Work to be completed: Scan the entries that follow and work out how many lines contain "cutOuts". Give the number and nothing else.

Task input:
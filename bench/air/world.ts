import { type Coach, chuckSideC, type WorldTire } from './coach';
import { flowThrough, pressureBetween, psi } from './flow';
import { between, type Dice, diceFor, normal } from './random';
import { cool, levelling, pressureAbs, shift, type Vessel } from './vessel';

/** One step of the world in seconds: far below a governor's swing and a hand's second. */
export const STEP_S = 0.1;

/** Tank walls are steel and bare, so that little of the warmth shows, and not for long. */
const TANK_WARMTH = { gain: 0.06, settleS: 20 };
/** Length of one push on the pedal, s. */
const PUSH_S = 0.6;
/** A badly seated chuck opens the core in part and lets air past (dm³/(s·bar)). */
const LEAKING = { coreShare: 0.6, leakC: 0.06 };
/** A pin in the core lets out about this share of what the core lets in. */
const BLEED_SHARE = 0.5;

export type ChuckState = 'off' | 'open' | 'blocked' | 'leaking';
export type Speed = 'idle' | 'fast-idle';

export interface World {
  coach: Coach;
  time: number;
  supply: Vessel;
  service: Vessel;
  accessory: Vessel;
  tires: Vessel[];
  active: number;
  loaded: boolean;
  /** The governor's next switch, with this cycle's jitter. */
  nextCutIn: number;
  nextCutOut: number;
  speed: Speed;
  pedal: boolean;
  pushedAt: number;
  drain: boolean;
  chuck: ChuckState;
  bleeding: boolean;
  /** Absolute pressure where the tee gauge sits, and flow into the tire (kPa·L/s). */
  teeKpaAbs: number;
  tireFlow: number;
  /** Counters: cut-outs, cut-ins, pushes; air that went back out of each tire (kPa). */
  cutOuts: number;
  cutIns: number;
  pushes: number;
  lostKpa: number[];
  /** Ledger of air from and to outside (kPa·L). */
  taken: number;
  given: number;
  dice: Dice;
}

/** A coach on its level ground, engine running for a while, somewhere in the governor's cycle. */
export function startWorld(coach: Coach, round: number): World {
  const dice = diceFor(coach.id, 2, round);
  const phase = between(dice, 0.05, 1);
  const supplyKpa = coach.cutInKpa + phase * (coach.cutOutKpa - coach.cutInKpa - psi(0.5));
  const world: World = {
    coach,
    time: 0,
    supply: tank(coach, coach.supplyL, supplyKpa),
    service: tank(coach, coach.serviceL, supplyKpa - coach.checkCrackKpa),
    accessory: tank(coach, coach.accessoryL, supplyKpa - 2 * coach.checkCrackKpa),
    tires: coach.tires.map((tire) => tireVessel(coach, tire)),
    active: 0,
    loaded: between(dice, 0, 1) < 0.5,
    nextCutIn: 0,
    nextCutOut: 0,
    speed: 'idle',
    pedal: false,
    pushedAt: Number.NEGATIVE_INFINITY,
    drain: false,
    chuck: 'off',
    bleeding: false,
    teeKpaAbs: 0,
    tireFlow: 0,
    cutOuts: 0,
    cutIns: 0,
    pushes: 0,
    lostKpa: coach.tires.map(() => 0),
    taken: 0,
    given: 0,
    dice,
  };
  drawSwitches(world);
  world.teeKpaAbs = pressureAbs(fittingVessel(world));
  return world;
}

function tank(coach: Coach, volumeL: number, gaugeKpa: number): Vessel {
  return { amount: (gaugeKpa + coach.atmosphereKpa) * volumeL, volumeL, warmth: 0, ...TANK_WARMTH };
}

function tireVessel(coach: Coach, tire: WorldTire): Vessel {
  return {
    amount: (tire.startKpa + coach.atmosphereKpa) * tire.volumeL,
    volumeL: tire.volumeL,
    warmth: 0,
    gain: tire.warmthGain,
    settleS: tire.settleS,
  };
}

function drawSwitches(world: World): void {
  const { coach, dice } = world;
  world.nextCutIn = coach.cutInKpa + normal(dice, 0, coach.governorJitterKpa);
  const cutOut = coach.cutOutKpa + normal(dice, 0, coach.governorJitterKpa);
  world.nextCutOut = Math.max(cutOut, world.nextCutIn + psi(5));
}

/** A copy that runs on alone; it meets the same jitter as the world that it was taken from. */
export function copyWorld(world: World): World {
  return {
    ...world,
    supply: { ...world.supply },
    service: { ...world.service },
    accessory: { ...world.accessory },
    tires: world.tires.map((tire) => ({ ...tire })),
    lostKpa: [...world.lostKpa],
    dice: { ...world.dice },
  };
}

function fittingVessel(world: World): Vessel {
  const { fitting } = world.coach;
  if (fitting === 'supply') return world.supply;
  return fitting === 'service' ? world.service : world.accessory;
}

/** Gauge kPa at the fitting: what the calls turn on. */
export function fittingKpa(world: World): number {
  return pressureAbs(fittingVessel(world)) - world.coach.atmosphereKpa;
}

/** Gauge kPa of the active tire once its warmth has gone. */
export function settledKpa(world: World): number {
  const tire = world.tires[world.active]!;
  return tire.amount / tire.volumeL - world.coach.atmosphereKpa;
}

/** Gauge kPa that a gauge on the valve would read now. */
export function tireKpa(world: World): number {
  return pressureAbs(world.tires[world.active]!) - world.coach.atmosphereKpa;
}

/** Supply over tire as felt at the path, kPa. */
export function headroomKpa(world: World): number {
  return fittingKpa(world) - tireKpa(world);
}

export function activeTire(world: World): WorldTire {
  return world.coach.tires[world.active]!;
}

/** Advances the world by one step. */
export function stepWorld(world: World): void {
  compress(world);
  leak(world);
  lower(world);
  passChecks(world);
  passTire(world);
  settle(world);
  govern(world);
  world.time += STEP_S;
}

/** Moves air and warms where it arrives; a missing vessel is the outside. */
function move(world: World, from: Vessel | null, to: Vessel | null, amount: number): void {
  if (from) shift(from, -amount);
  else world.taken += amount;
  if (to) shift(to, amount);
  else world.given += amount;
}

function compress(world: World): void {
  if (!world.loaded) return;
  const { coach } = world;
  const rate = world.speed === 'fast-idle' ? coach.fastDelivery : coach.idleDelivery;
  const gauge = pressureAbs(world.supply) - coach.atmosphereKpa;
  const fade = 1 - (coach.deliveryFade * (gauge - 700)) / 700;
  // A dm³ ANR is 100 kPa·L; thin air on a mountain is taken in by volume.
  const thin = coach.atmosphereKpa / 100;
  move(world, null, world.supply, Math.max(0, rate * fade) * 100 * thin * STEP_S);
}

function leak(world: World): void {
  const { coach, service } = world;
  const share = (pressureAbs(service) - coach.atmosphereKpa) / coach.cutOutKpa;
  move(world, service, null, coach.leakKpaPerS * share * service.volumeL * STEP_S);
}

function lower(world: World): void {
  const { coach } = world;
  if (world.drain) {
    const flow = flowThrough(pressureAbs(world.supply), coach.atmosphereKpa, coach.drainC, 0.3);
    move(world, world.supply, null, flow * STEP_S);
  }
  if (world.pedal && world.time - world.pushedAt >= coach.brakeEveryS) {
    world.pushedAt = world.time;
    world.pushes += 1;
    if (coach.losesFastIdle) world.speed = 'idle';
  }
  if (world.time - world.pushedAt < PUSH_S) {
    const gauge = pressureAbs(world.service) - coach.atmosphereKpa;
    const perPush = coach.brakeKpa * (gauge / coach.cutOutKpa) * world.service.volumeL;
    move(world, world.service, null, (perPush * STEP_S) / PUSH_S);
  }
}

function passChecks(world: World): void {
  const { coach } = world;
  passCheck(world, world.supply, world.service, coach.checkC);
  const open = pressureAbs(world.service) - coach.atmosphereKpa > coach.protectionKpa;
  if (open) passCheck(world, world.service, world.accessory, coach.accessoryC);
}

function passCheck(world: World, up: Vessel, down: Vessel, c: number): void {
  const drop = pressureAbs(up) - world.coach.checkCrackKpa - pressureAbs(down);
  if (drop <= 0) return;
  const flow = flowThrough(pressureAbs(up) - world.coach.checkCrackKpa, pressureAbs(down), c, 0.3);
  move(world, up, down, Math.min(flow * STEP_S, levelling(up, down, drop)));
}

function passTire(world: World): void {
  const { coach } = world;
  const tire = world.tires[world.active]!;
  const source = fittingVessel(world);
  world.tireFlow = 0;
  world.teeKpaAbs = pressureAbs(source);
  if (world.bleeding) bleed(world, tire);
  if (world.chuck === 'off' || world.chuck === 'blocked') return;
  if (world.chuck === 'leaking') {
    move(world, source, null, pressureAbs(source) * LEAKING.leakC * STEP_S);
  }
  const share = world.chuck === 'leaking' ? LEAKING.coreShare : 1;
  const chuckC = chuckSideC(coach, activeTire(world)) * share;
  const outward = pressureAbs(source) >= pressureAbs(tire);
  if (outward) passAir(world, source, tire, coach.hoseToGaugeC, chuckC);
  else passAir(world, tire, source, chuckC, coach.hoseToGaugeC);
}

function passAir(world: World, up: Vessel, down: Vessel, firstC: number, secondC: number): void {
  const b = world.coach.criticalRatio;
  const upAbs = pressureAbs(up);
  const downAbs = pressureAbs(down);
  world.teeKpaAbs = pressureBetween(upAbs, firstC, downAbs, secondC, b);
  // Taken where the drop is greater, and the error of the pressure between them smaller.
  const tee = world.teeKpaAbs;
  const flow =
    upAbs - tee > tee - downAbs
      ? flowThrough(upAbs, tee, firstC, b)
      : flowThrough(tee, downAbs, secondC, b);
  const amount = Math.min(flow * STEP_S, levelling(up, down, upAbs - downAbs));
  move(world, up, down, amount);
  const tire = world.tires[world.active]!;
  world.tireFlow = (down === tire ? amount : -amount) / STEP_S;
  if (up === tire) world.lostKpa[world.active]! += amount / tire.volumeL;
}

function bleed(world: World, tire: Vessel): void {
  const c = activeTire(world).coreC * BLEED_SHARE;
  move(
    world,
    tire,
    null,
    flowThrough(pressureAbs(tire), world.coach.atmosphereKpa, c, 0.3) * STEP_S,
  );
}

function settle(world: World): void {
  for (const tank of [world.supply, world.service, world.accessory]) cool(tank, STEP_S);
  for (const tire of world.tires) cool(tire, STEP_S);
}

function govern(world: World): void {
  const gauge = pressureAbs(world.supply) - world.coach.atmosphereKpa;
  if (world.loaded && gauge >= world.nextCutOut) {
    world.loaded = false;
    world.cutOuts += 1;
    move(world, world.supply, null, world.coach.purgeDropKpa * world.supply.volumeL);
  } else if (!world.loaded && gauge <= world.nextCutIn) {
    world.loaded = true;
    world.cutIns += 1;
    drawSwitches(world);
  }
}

---

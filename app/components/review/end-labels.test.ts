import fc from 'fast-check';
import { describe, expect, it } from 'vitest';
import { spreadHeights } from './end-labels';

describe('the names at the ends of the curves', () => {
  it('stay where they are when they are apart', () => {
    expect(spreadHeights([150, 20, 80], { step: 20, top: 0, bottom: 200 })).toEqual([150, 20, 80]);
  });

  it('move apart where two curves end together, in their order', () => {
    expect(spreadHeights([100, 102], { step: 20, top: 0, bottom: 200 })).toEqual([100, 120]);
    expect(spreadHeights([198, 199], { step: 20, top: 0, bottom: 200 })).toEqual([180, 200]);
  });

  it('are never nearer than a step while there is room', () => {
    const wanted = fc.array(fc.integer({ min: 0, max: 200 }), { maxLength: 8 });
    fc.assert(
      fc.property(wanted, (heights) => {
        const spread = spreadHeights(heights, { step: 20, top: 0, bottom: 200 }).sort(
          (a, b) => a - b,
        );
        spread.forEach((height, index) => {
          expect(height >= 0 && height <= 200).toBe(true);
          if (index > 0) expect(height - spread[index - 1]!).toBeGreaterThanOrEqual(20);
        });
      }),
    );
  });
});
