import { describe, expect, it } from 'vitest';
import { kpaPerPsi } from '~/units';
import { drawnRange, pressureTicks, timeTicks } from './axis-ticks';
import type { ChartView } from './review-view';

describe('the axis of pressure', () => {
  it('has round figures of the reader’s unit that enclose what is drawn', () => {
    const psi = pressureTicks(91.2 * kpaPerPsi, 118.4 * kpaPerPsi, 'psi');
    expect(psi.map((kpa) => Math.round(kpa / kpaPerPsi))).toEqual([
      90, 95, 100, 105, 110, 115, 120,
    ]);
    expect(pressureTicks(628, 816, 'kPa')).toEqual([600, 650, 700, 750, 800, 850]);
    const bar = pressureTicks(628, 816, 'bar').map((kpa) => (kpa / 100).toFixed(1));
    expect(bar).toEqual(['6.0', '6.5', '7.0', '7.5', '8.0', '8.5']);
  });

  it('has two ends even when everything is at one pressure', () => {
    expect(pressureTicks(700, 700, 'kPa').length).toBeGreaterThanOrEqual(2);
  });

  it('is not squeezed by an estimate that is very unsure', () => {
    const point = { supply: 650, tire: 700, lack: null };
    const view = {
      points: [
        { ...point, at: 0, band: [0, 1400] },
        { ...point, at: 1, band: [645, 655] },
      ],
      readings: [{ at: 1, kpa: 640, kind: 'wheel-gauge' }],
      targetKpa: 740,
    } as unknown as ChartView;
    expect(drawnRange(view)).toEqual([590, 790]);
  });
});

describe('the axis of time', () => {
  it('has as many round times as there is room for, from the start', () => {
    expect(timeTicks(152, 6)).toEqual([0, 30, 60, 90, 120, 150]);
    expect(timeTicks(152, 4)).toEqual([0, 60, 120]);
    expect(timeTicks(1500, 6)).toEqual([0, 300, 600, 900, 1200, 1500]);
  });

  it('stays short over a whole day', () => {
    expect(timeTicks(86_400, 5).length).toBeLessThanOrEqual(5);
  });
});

--

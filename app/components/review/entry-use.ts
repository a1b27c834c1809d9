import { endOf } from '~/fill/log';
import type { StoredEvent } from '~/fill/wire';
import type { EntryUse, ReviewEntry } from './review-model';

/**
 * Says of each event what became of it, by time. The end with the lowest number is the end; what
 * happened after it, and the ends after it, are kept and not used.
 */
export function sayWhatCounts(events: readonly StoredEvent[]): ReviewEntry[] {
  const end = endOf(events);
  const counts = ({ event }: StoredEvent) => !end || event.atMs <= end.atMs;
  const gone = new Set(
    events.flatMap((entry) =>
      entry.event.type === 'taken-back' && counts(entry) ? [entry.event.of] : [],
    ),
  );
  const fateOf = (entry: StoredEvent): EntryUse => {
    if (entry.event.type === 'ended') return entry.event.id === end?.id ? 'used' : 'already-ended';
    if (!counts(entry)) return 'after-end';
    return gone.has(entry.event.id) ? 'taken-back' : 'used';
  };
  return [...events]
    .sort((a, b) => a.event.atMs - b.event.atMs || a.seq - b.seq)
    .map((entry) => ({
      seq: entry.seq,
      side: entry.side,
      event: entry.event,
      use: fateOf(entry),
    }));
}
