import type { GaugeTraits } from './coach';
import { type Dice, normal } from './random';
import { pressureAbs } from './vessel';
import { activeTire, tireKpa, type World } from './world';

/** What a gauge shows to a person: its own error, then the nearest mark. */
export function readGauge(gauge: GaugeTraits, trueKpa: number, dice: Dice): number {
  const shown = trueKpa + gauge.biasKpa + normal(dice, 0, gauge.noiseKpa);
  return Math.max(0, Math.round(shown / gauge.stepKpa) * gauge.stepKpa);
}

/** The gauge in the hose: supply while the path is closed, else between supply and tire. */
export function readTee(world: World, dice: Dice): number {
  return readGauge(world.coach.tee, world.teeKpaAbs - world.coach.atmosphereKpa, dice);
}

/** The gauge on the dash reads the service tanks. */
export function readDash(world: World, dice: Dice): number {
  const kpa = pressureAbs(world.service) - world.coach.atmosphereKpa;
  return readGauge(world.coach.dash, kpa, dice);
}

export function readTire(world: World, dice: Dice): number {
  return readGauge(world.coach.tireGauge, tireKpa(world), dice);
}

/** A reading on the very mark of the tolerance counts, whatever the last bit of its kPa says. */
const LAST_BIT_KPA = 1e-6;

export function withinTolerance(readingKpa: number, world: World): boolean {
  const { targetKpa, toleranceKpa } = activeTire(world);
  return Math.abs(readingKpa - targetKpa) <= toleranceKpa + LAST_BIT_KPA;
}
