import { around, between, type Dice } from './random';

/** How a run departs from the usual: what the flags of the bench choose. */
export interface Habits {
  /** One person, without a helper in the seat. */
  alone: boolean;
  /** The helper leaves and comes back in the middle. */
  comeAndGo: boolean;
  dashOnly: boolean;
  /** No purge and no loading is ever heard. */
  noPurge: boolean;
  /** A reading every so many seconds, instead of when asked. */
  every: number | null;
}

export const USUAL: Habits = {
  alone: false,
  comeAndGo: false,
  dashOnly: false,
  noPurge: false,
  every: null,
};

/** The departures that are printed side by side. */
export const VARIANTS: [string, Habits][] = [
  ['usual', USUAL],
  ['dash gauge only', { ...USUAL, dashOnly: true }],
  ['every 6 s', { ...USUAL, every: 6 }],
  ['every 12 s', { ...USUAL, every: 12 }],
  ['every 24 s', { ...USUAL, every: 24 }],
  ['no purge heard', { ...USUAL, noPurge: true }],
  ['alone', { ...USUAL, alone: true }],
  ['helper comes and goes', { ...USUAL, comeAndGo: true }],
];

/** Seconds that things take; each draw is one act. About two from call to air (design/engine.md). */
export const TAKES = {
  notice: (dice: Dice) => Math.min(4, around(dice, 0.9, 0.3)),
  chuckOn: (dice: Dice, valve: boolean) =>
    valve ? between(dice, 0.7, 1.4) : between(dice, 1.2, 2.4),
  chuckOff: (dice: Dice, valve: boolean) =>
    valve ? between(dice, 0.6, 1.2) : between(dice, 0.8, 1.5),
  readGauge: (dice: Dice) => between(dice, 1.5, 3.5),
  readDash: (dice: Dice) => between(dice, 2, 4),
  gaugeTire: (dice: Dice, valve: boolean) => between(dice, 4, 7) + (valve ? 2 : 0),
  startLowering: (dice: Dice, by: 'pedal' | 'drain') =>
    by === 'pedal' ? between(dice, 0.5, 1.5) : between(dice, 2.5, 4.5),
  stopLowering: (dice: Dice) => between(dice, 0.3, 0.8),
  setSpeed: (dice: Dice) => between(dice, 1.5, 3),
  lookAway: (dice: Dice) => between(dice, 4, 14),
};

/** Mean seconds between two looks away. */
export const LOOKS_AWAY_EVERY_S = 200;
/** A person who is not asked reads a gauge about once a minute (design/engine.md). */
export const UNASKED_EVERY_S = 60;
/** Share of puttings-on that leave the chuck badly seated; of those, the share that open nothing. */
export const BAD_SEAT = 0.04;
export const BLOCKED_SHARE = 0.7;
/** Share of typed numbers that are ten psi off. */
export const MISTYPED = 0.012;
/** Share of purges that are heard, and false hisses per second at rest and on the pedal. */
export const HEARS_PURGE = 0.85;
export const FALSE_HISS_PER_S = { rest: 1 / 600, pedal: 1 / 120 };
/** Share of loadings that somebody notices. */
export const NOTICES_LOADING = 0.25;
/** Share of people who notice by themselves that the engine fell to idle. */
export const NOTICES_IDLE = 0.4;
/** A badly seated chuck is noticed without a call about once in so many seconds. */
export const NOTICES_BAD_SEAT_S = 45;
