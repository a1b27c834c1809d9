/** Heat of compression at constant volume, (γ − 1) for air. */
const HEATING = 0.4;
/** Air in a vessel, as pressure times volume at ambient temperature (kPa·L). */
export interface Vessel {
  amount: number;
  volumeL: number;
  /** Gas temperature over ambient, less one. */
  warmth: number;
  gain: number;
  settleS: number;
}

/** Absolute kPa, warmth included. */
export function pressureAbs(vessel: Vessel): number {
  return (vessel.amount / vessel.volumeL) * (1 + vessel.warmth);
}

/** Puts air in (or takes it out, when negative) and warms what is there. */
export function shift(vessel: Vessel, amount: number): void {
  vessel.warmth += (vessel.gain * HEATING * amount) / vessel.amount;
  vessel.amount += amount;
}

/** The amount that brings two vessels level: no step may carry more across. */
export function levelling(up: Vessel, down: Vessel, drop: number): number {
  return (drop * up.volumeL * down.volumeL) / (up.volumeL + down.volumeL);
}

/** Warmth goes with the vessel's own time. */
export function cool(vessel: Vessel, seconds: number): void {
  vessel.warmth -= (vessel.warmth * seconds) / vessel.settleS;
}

Exercise response: 3